Search the records below for the word "export" and show every line where it occurs.

════════

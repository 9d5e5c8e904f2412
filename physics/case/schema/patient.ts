import { z } from 'zod';
import { d, fraction, materialName, name, positive } from './common.js';
import { agentSchema } from './materials.js';

export const layerSchema = z.strictObject({
  name,
  material: materialName,
  thickness_mm: z.number().positive().max(2000),
  /** Share of a size change that this layer takes; null in all layers: in proportion to thickness. */
  growthShare: fraction.nullable().default(d.patient.layer.growthShare),
  agent: agentSchema.nullable().default(d.patient.layer.agent),
});

export const sizeSchema = z.strictObject({
  name,
  thickness_mm: z.number().positive().max(2000),
  weight: z.number().min(0).max(1e9).default(d.patient.size.weight),
});

export const patientSchema = z.strictObject({
  /** Entrance to exit. */
  layers: z.array(layerSchema).min(1).max(100),
  /** Width and height of a finite body; null: laterally infinite layers. */
  lateral_mm: z.tuple([positive, positive]).nullable().default(d.patient.lateral_mm),
  /** Empty: one size, the layers as drawn. */
  sizes: z.array(sizeSchema).max(500).default(d.patient.sizes),
});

════════

(Solution)
export const layerSchema = z.strictObject({
export const sizeSchema = z.strictObject({
export const patientSchema = z.strictObject({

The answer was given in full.